Data-driven materials design

Our society relies on innovative materials to bust its progress. This link exists since the dawn of the civilization – some of the first periods of human kind are named based on dominant material used (Stone Age, Iron Age …). As progress of science pushes the boundaries of knowledge, related to materials this reflects in the urge to go smaller. Today we live in a ‘Nanomaterial Age’, with science outreach to design material one atom at the time, such as e.g. in a single atom catalyst. This is hugely supported since the last decades of XX century by the development of a computational methods implementing quantum mechanics (to some approximation). 

Last years, and in particular rise of deep learning, promise yet another materials informatics revolution. 

“Data‐driven science is heralded as a new paradigm in materials science. In this field, data is the new resource, and knowledge is extracted from materials datasets that are too big or complex for traditional human reasoning—typically with the intent to discover new or improved materials or materials phenomena.”

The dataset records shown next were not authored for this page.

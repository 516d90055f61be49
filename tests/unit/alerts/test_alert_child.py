"""A program's input, output and end."""

import sys
import threading

import pytest

from auditd.alerts.child import OUTPUT_LIMIT_BYTES, run_child


def run(script, folder, given=b"", **options):
    return run_child(
        [sys.executable, "-I", "-c", script],
        given=given,
        environ={},
        folder=folder,
        timeout_s=60,
        stop=threading.Event(),
        **options,
    )


def test_of_a_flood_so_much_is_kept_and_the_program_ends_by_itself(tmp_path):
    """The beginning; the rest is read and dropped."""
    ended = run("import sys; sys.stdout.write('ab' + 'x' * 5_000_000)", tmp_path)
    assert (ended.how, ended.code) == ("itself", 0)
    assert len(ended.output) == OUTPUT_LIMIT_BYTES
    assert ended.output.startswith(b"abxx")


def test_input_larger_than_a_pipe_reaches_the_program_and_one_that_reads_none_is_no_trouble(tmp_path):
    """No deadlock whichever side is slow."""
    body = b"y" * 3_000_000
    assert run("import sys; print(len(sys.stdin.buffer.read()))", tmp_path, body).output == b"3000000\n"
    assert run("", tmp_path, body).code == 0


def test_errors_are_read_with_the_output_or_dropped(tmp_path):
    """As asked."""
    script = "import sys; print('out', flush=True); print('err', file=sys.stderr)"
    assert run(script, tmp_path).output == b"out\nerr\n"
    assert run(script, tmp_path, merge_errors=False).output == b"out\n"


@pytest.mark.parametrize(
    ("script", "code"), [("raise SystemExit(7)", 7), ("import os; os.kill(os.getpid(), 9)", -9)]
)
def test_the_code_tells_an_exit_status_or_a_signal(tmp_path, script, code):
    """Negative for a signal."""
    assert run(script, tmp_path).code == code


def test_a_program_that_closes_its_output_is_still_waited_for(tmp_path):
    """Its end is what counts."""
    ended = run("import os, time; os.close(1); os.close(2); time.sleep(0.5); os._exit(4)", tmp_path)
    assert (ended.how, ended.code, ended.output) == ("itself", 4, b"")
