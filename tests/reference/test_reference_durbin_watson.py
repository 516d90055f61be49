"""Durbin-Watson statistics, exact p-values and bounds against published figures."""

import numpy as np
import pandas as pd
import pytest
import statsmodels.api as sm
from scipy.stats import f as f_law
from scipy.stats import norm

from auditd.stats import durbin_watson, durbin_watson_bounds
from auditd.stats._quadratic_form import upper_tail
from auditd.stats.durbin_watson import moments, path_eigenvalues


def least_squares(y, *regressors):
    """Residuals of y on a constant and the regressors, and the design."""
    design = np.column_stack([np.ones(len(y)), *regressors])
    y = np.asarray(y, dtype=float)
    return y - design @ np.linalg.lstsq(design, y, rcond=None)[0], design


def test_bond_yield_models_of_kraemer_and_sonnberger(shared_folder):
    """Published: Krämer & Sonnberger (1986), Table 6.5; exact p from lmtest 0.9-40, lmtest-Ex.Rout.save."""
    d = pd.read_csv(shared_folder / "reference/data/lmtest_bondyield.csv")
    first = durbin_watson(*least_squares(d.RAARUS, d.MOOD, d.EPI, d.EXP, d.RUS))
    assert first.statistic == pytest.approx(0.84484, abs=5.8e-6)
    assert first.pvalue == pytest.approx(2.888e-08, rel=5e-4)
    second = durbin_watson(*least_squares(d.RAARUS, d.MOOD, d.Y, d.K))
    assert second.statistic == pytest.approx(1.4387, abs=5.8e-5)
    assert second.pvalue == pytest.approx(0.004938, abs=5.5e-7)


def test_currency_substitution_deep_tail(shared_folder):
    """Published: Krämer & Sonnberger (1986), Table 6.3, lmtest; p in 40 digits computed for this project."""
    d = pd.read_csv(shared_folder / "reference/data/lmtest_currencysubstitution.csv")
    bordo = durbin_watson(*least_squares(d.logCUS, d.Iu - d.Ic, d.Ic, d.logY))
    assert bordo.statistic == pytest.approx(0.53514, abs=5.8e-6)
    assert bordo.pvalue == pytest.approx(2.261e-13, rel=5e-4)
    assert bordo.pvalue == pytest.approx(2.2611877587e-13, rel=1e-9)
    miles = durbin_watson(*least_squares(d.logCUS, np.log((1 + d.Iu) / (1 + d.Ic))))
    assert miles.statistic == pytest.approx(0.27024, abs=5.8e-6)
    assert miles.pvalue == pytest.approx(6.4395e-21, rel=1e-4)


def test_simulated_examples_of_lmtest(shared_folder):
    """d published (lmtest examples bgtest, dwtest); exact p computed (lmtest has a normal one there)."""
    d = pd.read_csv(shared_folder / "reference/data/lmtest_bgtest_sim.csv")
    first = durbin_watson(*least_squares(d.y1, d.x))
    assert first.statistic == pytest.approx(1.9762, abs=5.8e-5)
    assert first.pvalue == pytest.approx(0.49271501943631624, abs=5.2e-10)
    assert first.method == "exact"
    _, design = least_squares(d.y1, d.x)
    mean, variance = moments(100, np.linalg.qr(design)[0])
    z = (first.statistic - mean) / np.sqrt(variance)
    # Published: lmtest's normal approximation with the exact moments.
    assert norm.cdf(z) == pytest.approx(0.4924, abs=5.8e-5)
    d = pd.read_csv(shared_folder / "reference/data/lmtest_dwtest_sim.csv")
    second = durbin_watson(*least_squares(d.y, d.x))
    assert second.statistic == pytest.approx(0.45961, abs=5.8e-6)
    assert second.pvalue == pytest.approx(2.5593e-21, rel=1e-4)


def test_hypothesistests_jl_to_24_decimals(shared_folder):
    """Published: JuliaStats/HypothesisTests.jl, test/durbin_watson.jl (n = 101, p = 1.8e-24)."""
    d = pd.read_csv(shared_folder / "reference/data/hypothesistests_dw_pos.csv")
    got = durbin_watson(*least_squares(d.y, d.x))
    assert got.statistic == pytest.approx(0.40499929824035813, rel=1e-12)
    assert got.pvalue == pytest.approx(1.8497207710325893e-24, rel=1e-9)


def test_bounds_significance_of_nag():
    """Published: NAG routine g01ep, documented example (n = 10, mean and one regressor, d = 0.9238)."""
    roots = path_eigenvalues(10)
    assert upper_tail(0.9238 - roots[1:9]) == pytest.approx(0.061, abs=5.5e-4)
    assert upper_tail(0.9238 - roots[2:]) == pytest.approx(0.006, abs=5.5e-4)


@pytest.mark.parametrize(
    ("n", "k", "low", "high"),
    [
        (15, 1, 1.08, 1.36), (15, 5, 0.56, 2.22), (20, 3, 1.00, 1.68), (25, 2, 1.21, 1.55),
        (30, 4, 1.14, 1.74), (40, 5, 1.23, 1.79), (55, 1, 1.53, 1.60), (60, 3, 1.48, 1.69),
        (75, 2, 1.57, 1.68), (100, 5, 1.57, 1.78),
    ],
)  # fmt: skip
def test_bounds_at_five_percent_as_every_textbook_prints_them(n, k, low, high):
    """Durbin & Watson (1951), Table 4; Savin & White (1977), two decimals (15, 5: d_U corrected)."""
    got = durbin_watson_bounds(n, k, 0.05)
    assert got == pytest.approx((low, high), abs=0.0051)


@pytest.mark.parametrize(
    ("name", "level", "misprint"),
    [("data/dw_bounds_5pct.csv", 0.05, 0.0106), ("more/dw_bounds_1pct.csv", 0.01, None)],
)
def test_every_entry_of_savin_and_white(shared_folder, name, level, misprint):
    """Savin & White (1977), Econometrica 45:1989: all entries, to 1e-6 of the exact ones."""
    table = pd.read_csv(shared_folder / "reference" / name)
    got = np.array(
        [durbin_watson_bounds(int(n), int(k), level) for n, k in zip(table.n, table.k, strict=True)]
    )
    exact = table[["dL_computed", "dU_computed"]].to_numpy()
    assert np.abs(got - exact).max() < 1e-6  # the file has six decimals
    printed = table[["dL_published", "dU_published"]].to_numpy()
    if misprint is not None:
        # Two decimals; 26 of the 532 printed entries are off by more than half a digit.
        assert np.abs(got - printed).max() < misprint
        assert np.count_nonzero(np.abs(got - printed) > 0.0051) <= 26
    else:
        assert np.mean(np.abs(got - printed) <= 0.00051) > 0.9


def test_moments_of_von_neumanns_ratio():
    """Theory, from memory: von Neumann (1941), Ann. Math. Stat. 12:367; ratio d n / (n − 1), n = 20."""
    mean, variance = moments(20, np.full((20, 1), 1 / np.sqrt(20)))
    assert mean * 20 / 19 == pytest.approx(2.1052631578947367, rel=1e-12)
    assert variance * (20 / 19) ** 2 == pytest.approx(0.19994584799950013, rel=1e-9)


def test_statistic_equals_statsmodels():
    """Cross-check: statsmodels.stats.stattools.durbin_watson on the residuals of the Longley regression."""
    data = sm.datasets.longley.load_pandas()
    fit = sm.OLS(data.endog, sm.add_constant(data.exog)).fit()
    got = durbin_watson(fit.resid, fit.model.exog, alternative="two-sided")
    assert got.statistic == pytest.approx(sm.stats.stattools.durbin_watson(fit.resid), rel=1e-6)
    # Published: Longley's d is printed as 2.559488 by NIST-tested packages (from memory, reproduced here).
    assert got.statistic == pytest.approx(2.559488, abs=5e-6)


@pytest.mark.parametrize("alternative", ["positive", "negative", "two-sided"])
def test_exact_pvalue_against_simulation(alternative):
    """Independent method: the share of 200,000 simulated regressions beyond the observed d."""
    rng = np.random.default_rng(5)
    design = np.column_stack([np.ones(12), rng.normal(size=(12, 2))])
    project = np.eye(12) - design @ np.linalg.pinv(design)
    z = rng.normal(size=(200_000, 12)) @ project
    d = np.sum(np.diff(z, axis=1) ** 2, axis=1) / np.sum(z**2, axis=1)
    got = durbin_watson(z[3], design, alternative)
    share = {"positive": np.mean(d <= d[3]), "negative": np.mean(d >= d[3])}
    share["two-sided"] = min(1.0, 2 * min(share.values()))
    assert got.pvalue == pytest.approx(share[alternative], abs=0.01)


def test_chi_squared_ratio_as_closed_form():
    """Theory: with one positive and m equal negative weights the tail is an F tail."""
    for m, c in ((3, 0.5), (50, 7.0), (400, 30.0)):
        weights = np.concatenate(([1.0], np.full(m, -c / m)))
        assert upper_tail(weights) == pytest.approx(f_law.sf(c, 1, m), rel=1e-10)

L.Himanen et al. in Advanced science 6 (2019) 1900808

Valuable information on structure-property relation and patterns of knowledge-driven materials design might lay silent in a large amount of data (both experimental and theory-based) produced through specific research. The first step in extracting the information from them using deep learning is a good dataset to start with. In this story, let’s go to the foundation of such effort and contribute by listing selected major open source databases for materials science. In particular, open-source inorganic crystal-based materials databases which are easy to use are in focus.

1. Materials project
Large database of over 124000 inorganic compounds, 35000 molecules, and over 500000 porous materials. The database contains a variety of data obtained from the state-of-the-art electronic structure methods and REST API feature. Besides, various property prediction tools such as materials explorer, battery explorer, or predictor of interface reactions among solids are also available.
AFLOW provides a method for high-throughput computational materials design, by automating calculations using ab initio electronic structure methods such as Quantum Espresso. It has a globally available database with over 3 million materials compounds and 150 times more calculated properties, e,g, Bader charges, elastic properties. Aflowlib REST API enables users to search and download results from the Aflowlib.org consortium. Also, it offers few machine-learning-based predictors, to predict e.g. electronic and thermomechanical properties, or vibrational free energies and entropies of a crystal.
Open-access collection of experimental data regarding crystal structures of organic, inorganic, metal-organic compounds and minerals. With over 400 000 entries, it also features REST API for easy querying by formula, containing elements, or lattice parameters.
4. Open quantum materials database
A database containing DFT calculated thermodynamic and structural properties of over 600 000 materials. REST API is also available.
5. Catalysis Hub
A web-platform for sharing data and software for computational catalysis research includes the Surface Reactions database. It contains over 100 000 thousand reaction energies and barriers from density functional theory (DFT) calculations on surface systems. Additionally, information on the optimized structure and calculation details are included, as well as many features such as the search for specific reaction energies, transition states, exploration of activity maps, machine learning models… The database can be queried via a GraphQL API, which can also be accessed directly by using curl.
6. NOMAD repository, a place to publish your DFT data, following FAIR principles. It contains the input and output files from more than 100 million high-quality calculations. For registered users advanced search and data analytics tools are available.